After 100 ng of bolus TRAIL or 100 ng of entrapped cargo TRAIL in mPEG-Coa was incubated with 100 μL of 500 ng/mL trypsin at 37 °C for 10 h. 100 μL of 1× protease inhibitor solution was added to each trypsin-treated samples solutions and incubated for 5 min to halt digestion. After that, in order to remove TRAIL from mPEG-Coa, 50 μL of heparinase cocktail solution (1 μL of 4000 units/mL) was added and incubated at 37 °C for 1 h. The leftover TRAIL was quantified via ELISA.
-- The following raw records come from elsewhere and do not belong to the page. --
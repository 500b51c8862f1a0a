package darkenergydecay_test

import (
	"math"
	"testing"

	"wane/plugins/darkenergydecay"
	"wane/sim/law"
	"wane/sim/law/lawtest"
)

func TestKit(t *testing.T) {
	for _, l := range []law.Law{darkenergydecay.None(), darkenergydecay.Drawn(), darkenergydecay.Fixed(), darkenergydecay.Recollapse()} {
		lawtest.Run(t, l)
	}
}

func hazards(t *testing.T, l law.Law, values map[string]float64, dates ...float64) []float64 {
	t.Helper()
	u := law.NewUse(l)
	for name, v := range values {
		if err := u.Set(name, v); err != nil {
			t.Fatal(err)
		}
	}
	out, err := u.Ask("end", law.Batch{Rows: len(dates), Columns: []law.Column{law.Numbers("log10_date", dates)}})
	if err != nil {
		t.Fatal(err)
	}
	return out.Values("log10_hazard")
}

// A half-life after today half of all draws have come, exp(-hazard) = 1/2; none
// before today; and ten half-lives after, all but 2^-10.
func TestDrawn(t *testing.T) {
	today := 13.79e9
	got := hazards(t, darkenergydecay.Drawn(), map[string]float64{"half_life": 12, "today": math.Log10(today)},
		10, math.Log10(today), math.Log10(today+1e12), math.Log10(today+1e13))
	if !math.IsInf(got[0], -1) || !math.IsInf(got[1], -1) {
		t.Errorf("up to today: log10 hazards %v, want -Inf", got[:2])
	}
	for i, want := range []float64{0.5, math.Pow(2, -10)} {
		if left := math.Exp(-math.Pow(10, got[2+i])); math.Abs(left/want-1) > 1e-9 {
			t.Errorf("left %v, want %v", left, want)
		}
	}
}

// What has a date comes at it and not before.
func TestDated(t *testing.T) {
	for l, effect := range map[law.Law]string{darkenergydecay.Fixed(): "dark-energy-decays", darkenergydecay.Recollapse(): "everything-ends"} {
		got := hazards(t, l, map[string]float64{"date": 10.9}, 10.89999, 10.9, 11)
		if !math.IsInf(got[0], -1) || !math.IsInf(got[1], 1) || !math.IsInf(got[2], 1) {
			t.Errorf("%s: log10 hazards %v, want -Inf and twice +Inf", l.Describe().Name, got)
		}
		if got := l.Describe().Effect; got != effect {
			t.Errorf("%s: effect %q, want %q", l.Describe().Name, got, effect)
		}
	}
}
4.8. Inhibition of Colon Cancer Recurrence Study

HCT-116 cells were seeded at a density of 2000 cells/well on a 96-well cell culture plate and incubated for 24 h. The old media were discarded and changed to fresh growth media containing 500 ng of bolus TRAIL or mPEG-Coa incorporated with 500 ng of cargo TRAIL. After TRAIL treatment, HCT-116 cells were incubated for 7 days. At day 3, 5, and 7, WST-1 assay was performed as previously described.

4.9. Statistical Analysis

Statistical analyses were conducted for quantitative data using GraphPad Prism 7.0 (GraphPad Software Inc., San Diego, CA, USA.). Quantitative experiments were performed in triplicate. Results were analyzed using one-way analysis of variance (ANOVA) and Tukey’s multiple-comparison test.